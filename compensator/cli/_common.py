"""Shared printing helpers for commands: tables for people, JSON for machines."""

from __future__ import annotations

import dataclasses
import json
import math
import sys
from collections.abc import Sequence

import numpy as np


def jsonable(value):
    """Convert dataclasses, numpy scalars and arrays into JSON-ready values.

    Non-finite floats become ``None`` so the output is strict JSON.
    """
    if dataclasses.is_dataclass(value) and not isinstance(value, type):
        return {f.name: jsonable(getattr(value, f.name)) for f in dataclasses.fields(value)}
    if isinstance(value, dict):
        return {str(k): jsonable(v) for k, v in value.items()}
    if isinstance(value, (list, tuple)):
        return [jsonable(v) for v in value]
    if isinstance(value, np.ndarray):
        return jsonable(value.tolist())
    if isinstance(value, np.generic):
        return jsonable(value.item())
    if isinstance(value, float) and not math.isfinite(value):
        return None
    return value


def print_json(value, stream=None) -> None:
    """Write ``value`` as indented strict JSON to stdout (or ``stream``)."""
    stream = stream or sys.stdout
    json.dump(jsonable(value), stream, indent=2, allow_nan=False)
    stream.write("\n")


def format_table(rows: Sequence[Sequence], headers: Sequence[str], formats: Sequence[str] | None = None) -> str:
    """Render rows as a right-aligned plain-text table.

    Parameters
    ----------
    rows : sequence of sequences
        Cell values, one inner sequence per row.
    headers : sequence of str
        Column titles (put the unit in the title).
    formats : sequence of str, optional
        ``format()`` specs per column, e.g. ``".3f"``; strings pass through.
    """
    formats = list(formats or [""] * len(headers))
    cells = [[str(h) for h in headers]]
    for row in rows:
        cells.append([
            v if isinstance(v, str) else format(v, f) for v, f in zip(row, formats)
        ])
    widths = [max(len(r[i]) for r in cells) for i in range(len(headers))]
    lines = ["  ".join(c.rjust(w) for c, w in zip(r, widths)) for r in cells]
    lines.insert(1, "  ".join("-" * w for w in widths))
    return "\n".join(lines)


def add_json_flag(parser) -> None:
    """Add the standard ``--json`` flag."""
    parser.add_argument("--json", action="store_true", help="print machine-readable JSON on stdout")
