"""``compensator export``: logbooks to CSV, or to a Parquet dataset partitioned by unit and day."""

from __future__ import annotations

import os

from compensator.cli._common import add_json_flag, print_json

__all__ = ["register", "run", "refuse_repeated_logbooks"]

ORDER = 84
COMMAND = "export"
HELP = "export logbooks to CSV or to a Parquet dataset partitioned by unit and day"


def register(subparsers) -> None:
    parser = subparsers.add_parser(COMMAND, help=HELP, description=(
        "Write the telemetry of one or more logbooks to one CSV file, or (with the optional pyarrow extra) to "
        "a Parquet dataset in hive-style folders unit_id=NAME/date_utc=YYYY-MM-DD/ that DuckDB, Dask or "
        "Spark read with one query. Nothing is written when a logbook cannot be read."))
    parser.add_argument("logbooks", nargs="+", metavar="RUN.sqlite", help="logbook files")
    target = parser.add_mutually_exclusive_group(required=True)
    target.add_argument("--csv", metavar="OUT.csv", help="one CSV file with a header row")
    target.add_argument("--parquet", metavar="DIR", help="a Parquet dataset folder (must not exist)")
    parser.add_argument("--force", action="store_true", help="replace an existing output")
    add_json_flag(parser)
    parser.set_defaults(handler=run)


def refuse_repeated_logbooks(paths, output=None) -> None:
    """Refuse a logbook named twice (its rows would count twice), or given as the output too.

    Parameters
    ----------
    paths : sequence of str
        The logbooks, as given.
    output : str, optional
        The output file or folder, which must be none of them.

    Raises
    ------
    InputError
        Naming the second mention of a file.
    """
    from compensator.errors import InputError, Problem

    seen = {}
    for path in paths:
        key = os.path.realpath(path)
        if key in seen:
            raise InputError(Problem(path, 0, "", f"named twice (also as {seen[key]}); each logbook counts once"))
        seen[key] = path
    if output is not None and os.path.realpath(output) in seen:
        raise InputError(Problem(output, 0, "", "is one of the logbooks read; choose another output"))


def run(args) -> int:
    from compensator.logbook.export import export_csv, export_parquet

    refuse_repeated_logbooks(args.logbooks, args.csv or args.parquet)
    if args.csv:
        summary = export_csv(args.logbooks, args.csv, overwrite=args.force)
    else:
        summary = export_parquet(args.logbooks, args.parquet, overwrite=args.force)
    if args.json:
        print_json(summary)
    else:
        extra = f" in {summary.parquet_files} files, {summary.partitions} unit-day partitions" if args.parquet else ""
        print(f"{summary.output_path}: {summary.rows} rows from {summary.logbooks} logbooks{extra}")
    return 0
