def register(subparsers) -> None:
    parser = subparsers.add_parser(
        COMMAND, help=HELP,
        description="Turn bench measurements (CSV) into breakdown voltages, gains, temperature coefficients "
                    "and a calibrated sipm profile, with uncertainties.")
    sub = parser.add_subparsers(dest="calibrate_command", metavar="WHAT")
    sub.required = True

    from compensator.calibration.iv import DEFAULT_METHOD, METHODS
    from compensator.calibration.spectrum import AMPLITUDE_MODELS

    iv = sub.add_parser("iv", help="breakdown voltage from I-V curves (CSV bias_v,current_a[,temp_c])",
                        description="Breakdown voltage from reverse-bias I-V curves, one result per file.")
    iv.add_argument("files", nargs="+", metavar="FILE", help="I-V curves: CSV with bias_v,current_a[,temp_c]")
    iv.add_argument("--method", choices=METHODS, default=DEFAULT_METHOD,
                    help=f"breakdown method (default {DEFAULT_METHOD})")
    iv.add_argument("--temp-c", type=temperature_c, metavar="T",
                    help="temperature for files without a temp_c column, degree Celsius")
    iv.add_argument("--columns", metavar="MAP",
                    help="map unusual headers: bias=COL,current=COL[:UNIT][,temp=COL[:UNIT]][,channel=COL]")
    iv.add_argument("--channel-from-name", metavar="REGEX",
                    help="the channel (device) of each file: the first group of REGEX searched in its file name")
    _batch_flags(iv)
    iv.set_defaults(handler=run_iv)

    sp = sub.add_parser("spectrum", help="gain, pedestal, mean photoelectrons and crosstalk from charge spectra",
                        description="Fit charge spectra: histogram charge,counts or an event list with one charge column "
                                    "(any charge unit; results come back in the same unit).", epilog=CAUTION)
    sp.add_argument("files", nargs="+", metavar="FILE", help="spectra: CSV with charge[_UNIT],counts or charge[_UNIT]")
    sp.add_argument("--amplitudes", choices=AMPLITUDE_MODELS, default="gpoisson",
                    help="peak amplitudes: generalised Poisson with crosstalk (default), free, or borel for "
                         "self-triggered dark-count spectra without a pedestal")
    sp.add_argument("--fit-range", type=finite_float, nargs=2, metavar=("LO", "HI"),
                    help="fit only charges in [LO, HI] (in the file's charge unit), e.g. to leave out an overflow bin")
    sp.add_argument("--write-profile", metavar="NEW.yaml",
                    help="write a sipm profile with the measured crosstalk (needs --base and the overvoltage): "
                         "crosstalk.probability = 1 - exp(-lambda) at the profile's reference overvoltage, "
                         "model branching_poisson")
    sp.add_argument("--base", metavar="BASE.yaml", help="sipm profile whose other sections the new profile keeps")
    sp.add_argument("--name", help="name of the new profile (default: BASE name + '-calibrated')")
    sp.add_argument("--overvoltage-v", type=positive_float, nargs="+", metavar="V",
                    help="overvoltage of the spectra, volt: one for all or one per file (with --write-profile)")
    sp.add_argument("--bias-v", type=positive_float, nargs="+", metavar="V",
                    help="bias of the spectra, volt, one for all or one per file, with --temp-c: the overvoltage "
                         "is the bias minus BASE's breakdown at that temperature")
    sp.add_argument("--temp-c", type=temperature_c, metavar="T", help="temperature of the spectra, degree Celsius "
                                                                       "(with --bias-v)")
    sp.add_argument("--ref-overvoltage-v", type=positive_float, metavar="V",
                    help="overvoltage the profile states the crosstalk at (default: BASE's crosstalk.ref_overvoltage_v)")
    _batch_flags(sp, force_help="replace existing plots in DIR and an existing --write-profile file")
    sp.set_defaults(handler=run_spectrum)

    gs = sub.add_parser("gain-scan", help="breakdown voltage and cell capacitance from gain against bias",
                        description="Weighted line fit of gain against bias: breakdown = zero crossing, "
                                    "capacitance = slope * q. Input: gain tables (CSV bias_v,gain[,gain_err][,temp_c]), "
                                    "spectra with --spectra and one --bias-v per file, or a --manifest.")
    gs.add_argument("files", nargs="*", metavar="FILE", help="gain tables, or spectra with --spectra")
    gs.add_argument("--spectra", action="store_true", help="FILEs are charge spectra taken at the biases given by --bias-v")
    gs.add_argument("--bias-v", type=positive_float, nargs="+", metavar="V", help="bias of each spectrum, volt (with --spectra)")
    gs.add_argument("--manifest", metavar="FILE", help="CSV file,bias_v[,temp_c] listing spectra (one scan per temperature)")
    gs.add_argument("--charge-per-unit-c", type=positive_float, metavar="C",
                    help="coulomb per charge unit of the spectra (e.g. 1e-12 for pC), for the capacitance")
    gs.add_argument("--temp-c", type=temperature_c, metavar="T", help="temperature of scans without one, degree Celsius")
    add_json_flag(gs)
    gs.add_argument("--jobs", type=non_negative_int, default=1, metavar="N", help="worker processes for spectrum fits (default 1)")
    gs.add_argument("--plot", metavar="DIR", help="write spectrum plots into DIR")
    gs.add_argument("--force", action="store_true", help="replace existing plots in DIR")
    gs.set_defaults(handler=run_gain_scan)

    tc = sub.add_parser("tempco", help="temperature coefficient of the breakdown; write a calibrated sipm profile",
                        description="Weighted linear and quadratic fits of breakdown against temperature. FILE is a CSV "
                                    "temp_c,breakdown_v[,breakdown_err_v] or the JSON of 'calibrate iv' or "
                                    "'calibrate gain-scan'.",
                        epilog=CAUTION)
    tc.add_argument("file", metavar="FILE", help="breakdown scan (CSV or calibrate JSON)")
    tc.add_argument("--ref-temp-c", type=temperature_c, metavar="T",
                    help="reference temperature, degree Celsius (default: the base profile's, else 25)")
    tc.add_argument("--overvoltage-v", type=positive_float, default=3.0, metavar="V",
                    help="overvoltage that sets the gain held for the constant-gain bias slope (default 3)")
    tc.add_argument("--alpha", type=significance_level, default=0.05, metavar="P",
                    help="significance level for keeping the quadratic term (default 0.05)")
    tc.add_argument("--write-profile", metavar="NEW.yaml", help="write a calibrated sipm profile (needs --base)")
    tc.add_argument("--base", metavar="BASE.yaml", help="sipm profile whose other sections the new profile keeps")
    tc.add_argument("--name", help="name of the new profile (default: BASE name + '-calibrated')")
    tc.add_argument("--force", action="store_true", help="replace an existing --write-profile file or plot")
    tc.add_argument("--channel", metavar="NAME", help="fit only the points of this channel (device)")
    tc.add_argument("--offset-from", metavar="OTHER",
                    help="breakdowns of another definition measured on the same device (usually the JSON of "
                         "'calibrate gain-scan'): their offset from FILE at matched temperatures is reported and "
                         "the breakdown (and a written profile) moved onto OTHER's definition")
    tc.add_argument("--pool", action="store_true",
                    help="fit the points of several channels as one device (default: refuse to lump them "
                         "into one profile)")
    add_json_flag(tc)
    tc.add_argument("--plot", metavar="DIR", help="write the breakdown-vs-temperature plot into DIR")
    tc.set_defaults(handler=run_tempco)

PROBLEM TO WORK ON.
Show every line from the entries above in which the word "needs" appears.

YOUR RESPONSE.
                    help="write a sipm profile with the measured crosstalk (needs --base and the overvoltage): "
    tc.add_argument("--write-profile", metavar="NEW.yaml", help="write a calibrated sipm profile (needs --base)")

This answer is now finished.